**What to do**
Among the entries below, which lines include the string "Sequence"? Show each one.

[Dataset entries]

***

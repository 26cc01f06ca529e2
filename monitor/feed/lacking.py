"""What was expected of an evening and did not come, in words: one sentence a cause."""

from __future__ import annotations

from collections.abc import Mapping, Sequence, Set
from datetime import date

import numpy as np

from monitor.feed.calendars import Sessions
from monitor.feed.known import Known
from monitor.words import FileKind
from monitor.world import Firm, Holdings, Integers, Market, Scope, Terms

NAMED = 5  # how many names a sentence lists before it only counts


def what_is_lacking(
    day: date,
    terms: Terms,
    scope: Scope,
    known: Known,
    holdings: Holdings,
    market: Market,
    calendars: Mapping[str, Sessions],
) -> tuple[str, ...]:
    """Refused files, missing books, held instruments without a close, currencies without a rate: of this round."""
    firm = terms.firm
    answered = [at for at, book in enumerate(firm.books) if scope.completes or scope.holds(book.id)]
    own = np.isin(holdings.book, answered)
    held = np.unique(holdings.instrument[own])
    books = {firm.books[at].id for at in answered}
    money = {market.instruments[at].currency for at in held}
    money |= {firm.books[at].currency for at in np.unique(holdings.book[own])}
    money |= {rule.currency for rule in terms.rules if rule.currency and rule.in_force(day)}
    return (
        *known.refusals(day),
        *(reason for book, reason in holdings.missing.items() if book in books),
        *_prices(day, known, held, market),
        *_rates(day, firm, money, market, calendars),
    )


def _prices(day: date, known: Known, held: Integers, market: Market) -> list[str]:
    stale = [market.instruments[at].id for at in held if market.carried[at] and not market.unknown[at]]
    unknown = [market.instruments[at].id for at in held if market.unknown[at]]
    told = []
    if stale and not known.of_day(FileKind.PRICES, day):
        told.append(f"no accepted price file gives closes of {day}; {_held(stale)}")
    elif stale:
        told.append(f"no usable close of {day} for {_held(stale)}")
    if unknown:
        told.append(f"no instruments file describes {_held(unknown)}")
    return told


def _rates(day: date, firm: Firm, needed: Set[str], market: Market, calendars: Mapping[str, Sessions]) -> list[str]:
    place = market.currency_index()
    told = []
    absent = sorted(code for code in needed if np.isnan(market.rate[place[code]]))
    if absent:
        told.append(f"no chain of FX rates leads from {listed(absent)} to {firm.base_currency}")
    old = sorted(code for code in needed - set(absent) if market.rate_carried[place[code]])
    if old:
        session = calendars[firm.calendar].last(day)
        told.append(f"no FX rate of {session} for {listed(old)}; the last known ones count")
    return told


def _held(names: Sequence[str]) -> str:
    return f"{len(names)} held instrument{'' if len(names) == 1 else 's'}: {listed(names)}"


def listed(names: Sequence[str]) -> str:
    """The first few names, and how many more there are."""
    more = len(names) - NAMED
    return ", ".join(names[:NAMED]) + (f" and {more} more" if more > 0 else "")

***

**Solved problem**
from collections.abc import Mapping, Sequence, Set
def _held(names: Sequence[str]) -> str:
def listed(names: Sequence[str]) -> str:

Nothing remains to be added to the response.